# Messages in iCloud : dossier qui grossit, grossit...



## cedric_cph (8 Août 2018)

Bonjour à tous,

J'aurais une question aux utilisateurs de la synchro Messages avec iCloud. Mon problème, le dossier Messages dans iCloud ' pèse ' 845 MB alors qu'il ne contient aucune conversation. J'ai activé la synchro sur chaque appareil (iPhone, iPad, MBAir et iMac), tout le monde sur secteur et wifi et je laisse tourner... Rien ne descend du nuage. La synchro en elle-même semble fonctionner puisque lorsque je reçois un nouveau message, il apparait sur chaque appareil et si je choisis de supprimer la conversation, elle disparait instantanément sur chaque appareil également.
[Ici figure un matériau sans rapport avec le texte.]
class Session:
    """A model built and compiled once, refitted to new readings in a loop (nutpie ``with_data``).

    ``Session(study, observations)`` declares the model for the observation list given (or the
    study's own); ``fit(observations=...)`` (records with the same kinds, order and sizes, e.g.
    simulated trial readings) or ``fit(data={term: values})`` samples again without recompiling.
    Used by simulation-based calibration and by trial simulation (``design --exact``).
    """

    def __init__(self, study: Any, observations: Sequence[Any] | None = None, *,
                 sampler: str = "nutpie", model: str | None = None, gate: Any = None) -> None:
        self.problem = _problem(study, observations, model)
        self.built = build_model(self.problem)
        self.sampler = sampler
        self.gate = Gate.coerce(gate)
        self.compiled, self.compile_seconds = compile_model(self.built.model, sampler)

    @property
    def terms(self) -> list[str]:
        """Names of the observed variables, in observation order."""
        return [t.name for t in self.built.terms]

    def data_from(self, observations: Sequence[Any]) -> dict[str, np.ndarray]:
        """The model's data for new study-form observation records: each term's readings as the term fits them
        (canonical units; for the kinds fitted relative to each subject's first reading, the ratios or changes)
        under ``{term}__data`` and, where the term has one per reading, their sds under ``{term}__sd``.

        The records are built into the model again (no compile) and its data read from there, so every kind
        turns its readings into data in one place (the kind's own ``add``).

        Raises
        ------
        InputError
            Not as many observations as the session was built with, or a term whose readings differ in number
            from the session's (a new design needs a new session).
        """
        obs = normalise_observations(observations, file=self.problem.file, density=self.problem.density,
                                     tissue_mass_kg=self.problem.tissue_mass_kg)
        if len(obs) != len(self.problem.observations):
            raise InputError("a refit needs as many observations as the session was built with",
                             key="observations", value=len(obs))
        rebuilt = build_model(dataclasses.replace(self.problem, observations=obs)).model
        data = {}
        for term in self.built.terms:
            for key in (f"{term.name}__data", f"{term.name}__sd"):
                if key not in self.built.model.named_vars:
                    continue   # a single sd for all readings is a constant of the model
                value = np.asarray(rebuilt[key].get_value(), dtype=float) if key in rebuilt.named_vars else None
                if value is None or value.shape != np.shape(self.built.model[key].get_value()):
                    raise InputError("a refit needs the readings of the session's design (as many per term); "
                                     "build a new Session for another design", key="observations", value=term.name)
                data[key] = value
        return data

    def fit(self, *, observations: Sequence[Any] | None = None, data: dict[str, Any] | None = None,
            seed: int | None = None, chains: int = 4, draws: int = 1000, tune: int = 1000,
            target_accept: float = DEFAULT_TARGET_ACCEPT, summarise_result: bool = True,
            cores: int | None = None) -> Any:
        """Sample with new readings; returns an InferenceResult (or the raw SampleRun). The sampler
        settings default to those of ``infer`` (target_accept as the ``[infer]`` section's default)."""
        if observations is not None:
            data = self.data_from(observations)
        elif data is not None:
            data = {(k if k.endswith(("__data", "__sd")) else f"{k}__data"): np.asarray(v, dtype=float)
                    for k, v in data.items()}
        run = sample(self.built.model, sampler=self.sampler, chains=chains, draws=draws, tune=tune,
                     seed=seed, compiled=self.compiled, data=data, target_accept=target_accept, cores=cores)
        if not summarise_result:
            return run
        return summarise_run(self.built, run, self.gate, seed=seed)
Il y a moyen de supprimer ce gros dossier ? Autrement qu'en coupant le service et devoir attendre 30 jours ?

Merci à vous,


----------



## Giorgio82 (15 Août 2018)

Étrange... peut être qu’il faut 30 jours pour que les messages ce supprime ?


----------



## cedric_cph (19 Août 2018)

Je vais partir sur l'idée qu'il faut attendre 30 jours puis faire un essai ensuite... Un peu comme avec la bibliothèque Photos dans le nuage...


----------



## Membre supprimé 1138547 (20 Août 2018)

Bonsoir, 
Tu devrais pouvoir forcer l’effacement sur iCloud.com de la même façon qu’avec photos


----------



## cedric_cph (14 Septembre 2018)

Update ;-) Bon, plus de 30 jours sont passés et quoi de neuf ? 
1. J'ai tenté Apple Support via Twitter : rapidement, rendez-vous pour assistance via téléphone et screen sharing... Quelques manips' et pour réponse finale ' il n'y a aucun iMessage dans votre espace iCloud '. Ok, donc un espace ' vide ' mais qui pèse 900 Mo occupe mon cloud, ok
2. J'ai coupé iMessage dans iCloud et mis un reminder le mois suivant... Je viens d'activer à nouveau iMessage et hop, par magie, tout fonctionne : quelques minutes, le temps que la synchro se lance sur les différents devices (4) et ça y est, fonctionne correctement.

En espérant pour iOS 13 ou plus / macOS 10.14 ou plus un bouton pour supprimer définitivement en un clic avec effet immédiat...


----------